The $0 Agent: My 2GB Local Model Beat Claude

#ai #opensource #agents

The $0 Agent: My 2GB Local Model Beat Claude

Agent learns fast — Day 11

I ran an agent against 10 real coding tasks. Shell commands. File parsing. Bug fixes. Simple stuff an agent does every day.

Then I ran the same tasks through a 1.8GB model on my laptop. No cloud. No API key. No per-token pricing.

It scored 93.3%.

Claude Sonnet 4 scored 85%.

What I actually tested

Not benchmarks.

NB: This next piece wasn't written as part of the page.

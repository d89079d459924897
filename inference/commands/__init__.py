"""One module per ``grainwright`` sub-command; see ``grainwright.inference.cli``."""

Not MMLU. Not "write a poem about recursion."

Ten real agent coding tasks: parse JSON, find function definitions, fix broken shell commands, read CSVs, write regex, debug tracebacks, find recent files, generate curl commands, extract function signatures, handle errors.

Each task: pass (correct), partial (close but wrong), or fail (nonsense).

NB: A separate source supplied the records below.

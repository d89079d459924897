"""``grainwright inspect PATH...``: describe images and their noise, and recommend how to train."""
from __future__ import annotations

import argparse
import json
import sys

import numpy as np

from grainwright.inference.errors import GrainwrightError
from grainwright.inference.estimation import estimate_sigma
from grainwright.inference.imageio import find_images, read_frames
from grainwright.inference.normalization import Normalization

HELP = "describe images and their noise (level, model, flags) and recommend a training scheme"


def add_arguments(parser: argparse.ArgumentParser) -> None:
    parser.add_argument("paths", nargs="+", metavar="PATH", help="image files, folders or glob patterns")
    parser.add_argument("--recursive", action="store_true", help="descend into sub-folders")
    parser.add_argument("--bit-depth", type=int, default=None, help="effective bit depth of integer data")
    parser.add_argument("--json", action="store_true", help="print one JSON document instead of text")


def run(args: argparse.Namespace) -> int:
    paths = find_images(args.paths, recursive=args.recursive)
    images, failures = [], []
    for path in paths:
        try:
            frames = read_frames(path)
        except GrainwrightError as error:
            failures.append({"path": str(path), "error": str(error)})
            print(f"grainwright inspect: error: {error}", file=sys.stderr)
            continue
        norm = Normalization.for_array(frames, bit_depth=args.bit_depth)
        sigma = estimate_sigma(frames[0])
        images.append(
            {
                "path": str(path),
                "frames": int(frames.shape[0]),
                "shape": list(frames.shape[1:]),
                "dtype": frames.dtype.name,
                "bit_depth": norm.bit_depth,
                "min": float(frames.min()),
                "max": float(frames.max()),
                "sigma_native": [float(s) for s in sigma],
                "sigma_percent_of_range": [float(100 * s / norm.full_range) for s in sigma],
            }
        )
    report = {"images": images, "failures": failures}
    if args.json:
        print(json.dumps(report, indent=1))
    else:
        for item in images:
            print(
                f"{item['path']}: {item['shape']} {item['dtype']} ({item['bit_depth']} bit), range "
                f"{item['min']:g}..{item['max']:g}, sigma {', '.join(f'{s:.3g}' for s in item['sigma_native'])}"
            )
    return 1 if failures or not images else 0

I tested 12 models from 379MB to 2.6GB. Here's what happened.

The results

Model	Size	Score	Time
SmolLM3-3B	1.8GB	93.3%	6.2s
Phi-4-mini	2.3GB	90.0%	8.4s
Qwen2.5-1.5B	940MB	85.0%	5.5s
Qwen2.5-3B	1.8GB	85.0%	9.6s
Granite 3.2 2B	1.5GB	82.5%	14.4s
Ministral-3	2.0GB	81.7%	12.3s
Gemma 3n 2B	2.6GB	76.7%	13.3s
Qwen2.5-0.5B	379MB	74.2%	5.6s
Llama 3.2 1B	770MB	73.3%	3.9s
SmolLM2-1.7B	1.0GB	70.8%	4.5s
DeepSeek-R1-Distill 1.5B	1.0GB	27.5%	38.4s
Qwen3.5-0.8B	537MB	26.0%	39s

Five things the data shows:

The cliff is real. Between 379MB and 537MB, quality drops from 74% to 26%. That's 48 points across 158MB.

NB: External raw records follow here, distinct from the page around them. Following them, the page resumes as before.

class PatchSource:
    """Images of one or more roles held as float32 ``(H, W, C)`` in one flat buffer per role.

    All roles share the image shapes, so one set of indices gathers aligned patches from each.
    """

    def __init__(self, images: dict[str, list[np.ndarray]], focus: list[bool] | None = None,
                 focus_share: float = 0.5):
        roles = list(images)
        first = images[roles[0]]
        self.channels = first[0].shape[2]
        self.heights = np.array([image.shape[0] for image in first], dtype=np.int64)
        self.widths = np.array([image.shape[1] for image in first], dtype=np.int64)
        sizes = self.heights * self.widths * self.channels
        self.offsets = np.concatenate([[0], np.cumsum(sizes)[:-1]]).astype(np.int64)
        self.buffers = {role: np.concatenate([image.reshape(-1) for image in images[role]]).astype(np.float32)
                        for role in roles}
        self.focus = None if focus is None else np.asarray(focus, bool)
        self.focus_share = float(focus_share)

    def image_weights(self, size: int) -> np.ndarray:
        """The probability of drawing each image for ``size`` x ``size`` patches: in proportion to its number of
        patch positions, and with ``focus`` the focus images together ``focus_share`` of the draws (each group
        still in proportion to positions) when both groups exist."""
        positions = ((self.heights - size + 1) * (self.widths - size + 1)).astype(np.float64)
        if self.focus is None or self.focus.all() or not self.focus.any():
            return positions / positions.sum()
        share = np.where(self.focus, self.focus_share / positions[self.focus].sum(),
                         (1.0 - self.focus_share) / positions[~self.focus].sum())
        return positions * share / (positions * share).sum()

    @property
    def roles(self) -> tuple[str, ...]:
        return tuple(self.buffers)

    def __len__(self) -> int:
        return len(self.heights)

    def image(self, role: str, index: int) -> np.ndarray:
        """Image ``index`` of ``role`` as an ``(H, W, C)`` view."""
        h, w, c = self.heights[index], self.widths[index], self.channels
        start = self.offsets[index]
        return self.buffers[role][start:start + h * w * c].reshape(h, w, c)

    def sample(self, rng: np.random.Generator, count: int, size: int, augment: bool = True,
               flat_level: float | None = None) -> dict[str, np.ndarray]:
        """Draw ``count`` aligned ``size`` x ``size`` patches per role, shaped ``(count, C, size, size)``.

        Images are chosen by :meth:`image_weights` (in proportion to their number of patch positions, focus images
        with their share). With ``augment`` each patch gets one of the 8 flips/90-degree rotations. With
        ``flat_level`` set, patches whose standard deviation (clean role if present, else the first role) is below
        it are replaced by non-flat candidates when there are any.
        """
        draw = count if flat_level is None else 2 * count
        index = rng.choice(len(self), size=draw, p=self.image_weights(size))
        top = (rng.random(draw) * (self.heights[index] - size + 1)).astype(np.int64)
        left = (rng.random(draw) * (self.widths[index] - size + 1)).astype(np.int64)
        code = rng.integers(0, 8, draw) if augment else None
        # One gather per role with an index built by broadcasting (draw, size, 1, 1) + (draw, 1, size, 1) + (C,).
        stride = (self.widths[index] * self.channels)[:, None, None, None]
        start = (self.offsets[index] + (top * self.widths[index] + left) * self.channels)[:, None, None, None]
        flat = (start + np.arange(size)[None, :, None, None] * stride
                + np.arange(size)[None, None, :, None] * self.channels + np.arange(self.channels))
        if flat_level is not None:
            reference = "clean" if "clean" in self.buffers else self.roles[0]
            spread = self.buffers[reference][flat].reshape(draw, -1).std(axis=1)
            order = np.argsort(spread < flat_level, kind="stable")[:count]  # non-flat candidates first, order kept
            flat = flat[order]
            code = None if code is None else code[order]
        patches = {role: buffer[flat] for role, buffer in self.buffers.items()}
        if code is not None:  # the 8 flips / 90-degree rotations: transpose (bit 4), then flip rows (1), columns (2)
            swap, rows, cols = ((code & bit).astype(bool) for bit in (4, 1, 2))
            for array in patches.values():
                array[swap] = array[swap].transpose(0, 2, 1, 3)
                array[rows] = array[rows][:, ::-1]
                array[cols] = array[cols][:, :, ::-1]
        return {role: np.ascontiguousarray(array.transpose(0, 3, 1, 2)) for role, array in patches.items()}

Reasoning training kills tiny models. DeepSeek-R1-Distill-Qwen-1.5B scores 27.5% vs 85% for the plain version. Thinking tokens burn context budget.

"Code-specialized" means nothing. IBM's Granite 3.2 (82.5%) loses to Qwen2.5-1.5B (85%). The label doesn't help.

Size isn't quality. Qwen2.5-3B and 1.5B both score 85%. Architecture matters more than gigabytes.

Local is faster than cloud. Every model ran in 4-14 seconds. OpenRouter calls took 30+ seconds. No latency, no rate limits, no queue.

What this changes (for me)

I've been spending $20-50/month on cloud inference for agent tasks. Simple code generation. File operations. Routing logic. Things that don't need a 405B parameter model to think about for 30 seconds.

A 1.8GB model handles these. For free. On hardware I already own.

The $0 agent wasn't a target. It fell out of the data.

The full benchmark is at workswithagents.dev/benchmarks. 12 local models, 3 categories, 5 caveats, every task result. All open data.

No promises about what breaks next. But at this rate — something will.